Please, if my question is not good, tell me why and I will do my best to learn and ask better questions next time ;)
Your output list for combinations of 5 elements will have ~1.5*10^9 (that's billion with b) sublists of size 5. If you use 32bit integers, even neglecting lists overhead and assuming you have a perfect list with 0b overhead - that will be ~200GB!
You should reconsider if you actually need to generate the list like you do, some alternative might be: streaming the list of elements - i.e. generating them on the fly.
That can be done by creating a function, which gets the last combination as an argument - and outputs the next. (to think how it is done, think about increasing by one a number. you go from last to first, remembering a "carry over" until you are done)
A streaming example for choosing 2 out of 4:
start: {4,3}
curr = start {4, 3}
curr = next(curr) {4, 2} // reduce last by one
curr = next(curr) {4, 1} // reduce last by one
curr = next(curr) {3, 2} // cannot reduce more, reduce the first by one, and set the follower to maximal possible value
curr = next(curr) {3, 1} // reduce last by one
curr = next(curr) {2, 1} // similar to {3,2}
done.
Now, you need to figure how to do it for lists of size 2, then generalize it for arbitrary size - and program your streaming combination generator.
Good Luck!
Let your precision be defined in the imaginary spectrum.
Use a real index to access the leaf and then traverse the leaf with the required precision.
See PrecisLise # http://net7mma.codeplex.com/SourceControl/latest#Common/Collections/Generic/PrecicseList.cs
While the implementation is not 100% complete as linked you can find where I used a similar concept here:
http://net7mma.codeplex.com/SourceControl/latest#RtspServer/MediaTypes/RFC6184Media.cs
Using this concept I was able to re-order h.264 Access Units and their underlying Network Access Layer Components in what I consider a very interesting way... outside of interesting it also has the potential to be more efficient using close the same amount of memory.
et al, e.g, 0 can be proceeded by 0.1 or 0.01 or 0.001, depending on the type of the key in the list (double, float, Vector, inter alia) you may have the added benefit of using the FPU or even possibly Intrinsics if supported by your processor, thus making sorting and indexing much faster than would be possible on normal sets regardless of the underlying storage mechanism.

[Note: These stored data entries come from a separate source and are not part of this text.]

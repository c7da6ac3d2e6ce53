"""The client commands of ``segscore`` (fit, versions, show, compare, promote, label, assign, drift).

Most tests run the commands with click's CliRunner and the client pointed at the app in this process (a
starlette TestClient as its HTTP client); one runs them end to end against a real ``segscore serve`` process.
The data is scikit-learn's wine data set (178 wines, 13 measurements), written as CSV with an id column; the
tables' numbers are checked against the server's own JSON answer.
"""

from __future__ import annotations

import gzip
import json
import re
from pathlib import Path

import pandas as pd
import pytest
from click.testing import CliRunner

from segscore.client import Client
from service.cli import main
from service.cli_tables import distinctive, drift_items, number
from tests.serving import free_port

NAME = "wines"
WIDE = {"COLUMNS": "240", "NO_COLOR": "1"}      # rich tables on one line per row, no colour codes


@pytest.fixture
def wine_csv(wine, tmp_path) -> Path:
    frame = pd.DataFrame(wine.data, columns=wine.feature_names)
    frame.insert(0, "wine_id", [f"w-{i:03d}" for i in range(len(frame))])
    path = tmp_path / "wines.csv"
    frame.to_csv(path, index=False)
    return path


@pytest.fixture
def cli(client):
    """Run ``segscore ARGS`` with the client talking to the in-process app; returns click's Result."""

    def run(*arguments: str):
        return CliRunner(env=WIDE).invoke(main, [str(a) for a in arguments], obj=lambda url, key: Client(http=client))

    run.api = Client(http=client)
    return run


@pytest.fixture
def fitted(cli, wine_csv):
    result = cli("fit", wine_csv, "--name", NAME, "--id-column", "wine_id", "--k", "2-6", "--seed", "0")
    assert result.exit_code == 0, result.output
    return cli


def table_rows(output: str) -> list[list[str]]:
    """The cells of every body row of the rich tables in ``output`` (rows drawn with '│')."""
    return [[cell.strip() for cell in line.strip().strip("│").split("│")] for line in output.splitlines()
            if line.strip().startswith("│")]


# ------------------------------------------------------------------------------------------------ fit and show
def test_fit_prints_the_k_curve_and_segments_matching_the_servers_report(fitted):
    report = fitted.api.version(NAME, 1)
    shown = fitted("show", NAME, 1)
    assert shown.exit_code == 0, shown.output
    rows = table_rows(shown.output)
    curve = [row for row in rows if len(row) == 4]
    assert [int(row[0]) for row in curve] == [point["k"] for point in report["selection"]["curve"]] == [2, 3, 4, 5, 6]
    assert [row[1] for row in curve] == [number(point["distortion"]) for point in report["selection"]["curve"]]
    assert [row[2] for row in curve] == [number(point["silhouette"]) for point in report["selection"]["curve"]]
    assert [int(row[0]) for row in curve if row[3] == "*"] == [report["k"]]
    segments = [row for row in rows if len(row) == 5 and row[0].isdigit()]
    assert [(int(r[0]), int(r[1])) for r in segments] == [(s["id"], s["size"]) for s in report["segments"]]
    assert sum(int(r[1]) for r in segments) == 178
    assert [r[2] for r in segments] == [f"{100 * s['share']:.1f}%" for s in report["segments"]]
    # The first feature line of each segment is its largest |z| feature, its mean in original units.
    for row, segment in zip(segments, report["segments"]):
        name, entry = distinctive(segment)[0]
        assert max(abs(e["z"]) for e in segment["profile"].values()) == abs(entry["z"])
        assert row[4] == f"{name} {number(entry['mean'])} (z {entry['z']:+.2f})"


def test_fit_output_is_the_report_of_the_new_version(cli, wine_csv):
    first = cli("fit", wine_csv, "--name", NAME, "--id-column", "wine_id", "--k", "3", "--json")
    assert first.exit_code == 0, first.output
    report = json.loads(first.stdout)
    assert (report["version"], report["k"], report["n_records"], report["live"]) == (1, 3, 178, True)
    assert report == cli.api.version(NAME, 1)
    second = cli("fit", wine_csv, "--name", NAME, "--id-column", "wine_id", "--k", "3", "--components", "none",
                 "--features", "alcohol,malic_acid,hue", "--scaling", "robust", "--not-live", "--json")
    assert second.exit_code == 0, second.output
    report = json.loads(second.stdout)
    assert (report["version"], report["live"], report["components"]) == (2, False, None)
    assert (report["features"], report["config"]["scaling"]) == (["alcohol", "malic_acid", "hue"], "robust")


def test_fit_reads_a_gzip_file_as_the_plain_one(cli, wine_csv, tmp_path):
    packed = tmp_path / "wines.csv.gz"
    packed.write_bytes(gzip.compress(wine_csv.read_bytes()))
    plain = json.loads(cli("fit", wine_csv, "--name", NAME, "--k", "3", "--json").stdout)
    from_gzip = cli("fit", packed, "--name", NAME, "--k", "3", "--json")
    assert from_gzip.exit_code == 0, from_gzip.output
    assert json.loads(from_gzip.stdout)["data_sha256"] == plain["data_sha256"]


def test_versions_and_promote(fitted, wine_csv):
    fitted("fit", wine_csv, "--name", NAME, "--k", "3", "--not-live")
    listing = fitted("versions", NAME)
    assert listing.exit_code == 0
    assert [(int(r[0]), r[1]) for r in table_rows(listing.output)] == [(1, "*"), (2, "")]
    promoted = fitted("promote", NAME, 2)
    assert promoted.exit_code == 0 and "version 2 is live" in promoted.output
    assert json.loads(fitted("versions", NAME, "--json").stdout) == fitted.api.versions(NAME)
    assert [v["live"] for v in fitted.api.versions(NAME)] == [False, True]


# ------------------------------------------------------------------------------------------------ labels, compare
def test_label_and_carry_labels_with_from_version(fitted, wine_csv):
    assert fitted("label", NAME, 1, 0, "light reds").exit_code == 0
    assert fitted("fit", wine_csv, "--name", NAME, "--id-column", "wine_id", "--k", "2-6", "--seed", "1").exit_code == 0
    comparison = fitted.api.compare(NAME, 1, 2)
    shown = fitted("compare", NAME, 1, 2)
    assert shown.exit_code == 0, shown.output
    assert f"adjusted Rand index {comparison['adjusted_rand_index']:.4f}" in shown.output
    assert json.loads(fitted("compare", NAME, 1, 2, "--json").stdout) == comparison
    expected = [(s["segment"], s["label"]) for s in comparison["suggestions"]]
    assert ("light reds" in [label for _, label in expected])       # a refit with another seed: a clear match
    carried = fitted("label", NAME, 2, "--from-version", 1, "--json")
    assert carried.exit_code == 0, carried.output
    assert [(s["segment"], s["label"]) for s in json.loads(carried.stdout)] == expected
    labels = {s["id"]: s["label"] for s in fitted.api.version(NAME, 2)["segments"]}
    assert all(labels[segment] == label for segment, label in expected)
    again = fitted("label", NAME, 2, "--from-version", 1)            # nothing left to carry
    assert again.exit_code == 0 and "no label to carry over" in again.output


@pytest.mark.parametrize("arguments", [[NAME, 1], [NAME, 1, 0], [NAME, 1, 0, "x", "--from-version", 1]],
                         ids=["nothing", "segment-without-text", "both"])
def test_label_usage_errors_exit_2(fitted, arguments):
    result = fitted("label", *arguments)
    assert result.exit_code == 2, result.output


# ------------------------------------------------------------------------------------------------ assign, drift
def test_assign_writes_the_input_rows_with_four_columns_added(fitted, wine_csv, tmp_path):
    out = tmp_path / "tagged.csv"
    result = fitted("assign", NAME, wine_csv, "-o", out, "--batch-rows", 50)
    assert result.exit_code == 0, result.output
    source = pd.read_csv(wine_csv)
    tagged = pd.read_csv(out, keep_default_na=False)
    assert list(tagged.columns) == [*source.columns, "segment", "label", "distance", "outlier"]
    pd.testing.assert_frame_equal(tagged[source.columns], source)
    expected = fitted.api.assign(NAME, source)
    assert tagged["segment"].tolist() == expected["segment"].tolist()
    assert tagged["distance"].tolist() == pytest.approx(expected["distance"].tolist(), rel=1e-12)
    assert tagged["outlier"].tolist() == expected["outlier"].tolist()
    assert set(pd.read_csv(out, dtype=str)["outlier"]) <= {"true", "false"}
    summary = json.loads(fitted("assign", NAME, wine_csv, "-o", out, "--json").stdout)
    assert summary == {"version": 1, "rows": 178, "assigned": 178, "errors": []}


def test_assign_refuses_to_overwrite_an_input_column_or_the_input(fitted, wine_csv, tmp_path):
    clashing = tmp_path / "has_segment.csv"
    pd.read_csv(wine_csv).assign(segment="old").to_csv(clashing, index=False)
    out = tmp_path / "tagged.csv"
    result = fitted("assign", NAME, clashing, "-o", out)
    assert result.exit_code == 2
    assert "segment" in result.output and "never overwritten" in result.output
    assert not out.exists()
    same = fitted("assign", NAME, wine_csv, "-o", wine_csv)
    assert same.exit_code == 2 and "overwrite the input" in same.output


def test_drift_table_lists_items_worst_first(fitted, wine_csv, tmp_path):
    shifted = tmp_path / "shifted.csv"
    frame = pd.read_csv(wine_csv)
    frame["alcohol"] += 1.0              # about 1.2 sd of the wine data's alcohol: an obvious shift
    frame.to_csv(shifted, index=False)
    result = fitted("drift", NAME, shifted)
    assert result.exit_code == 0, result.output
    report = fitted.api.drift_reports(NAME, limit=1)[0]
    rows = [r for r in table_rows(result.output) if len(r) == 6]
    assert [r[0] for r in rows] == [item["item"] for item in drift_items(report)]
    assert rows[0][:2] == ["feature alcohol", "alert"]
    ranks = [("alert", "watch", "stable").index(r[1]) for r in rows]
    assert ranks == sorted(ranks)
    assert len(rows) == 13 + 3          # every feature, the segment mix, the outlier rate, the residual
    as_json = fitted("drift", NAME, shifted, "--json")
    assert as_json.exit_code == 0 and json.loads(as_json.stdout)["features"] == report["features"]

Using this concept allows for very interesting ordering... especially if you provide a mechanism to filter the precision.
I was also able to find several bugs in the bit-stream parser of quite a few well known media libraries using this methodology...
I found my solution, I'm writing it here so that other people that has a similar problem than me can have something to work with...
I made a recursive fonction that check for a fixed amount of possibilities that fit the conditions. When the amount of possibilities is found, I return the list of possibilities, do some calculations with the results, and I can restart the process. I added a timer to stop the research when it takes too long. Since my condition is based on the sum of the elements, I do every possibilities with distinct values, and search for a small amount of possibilities each time (like 1).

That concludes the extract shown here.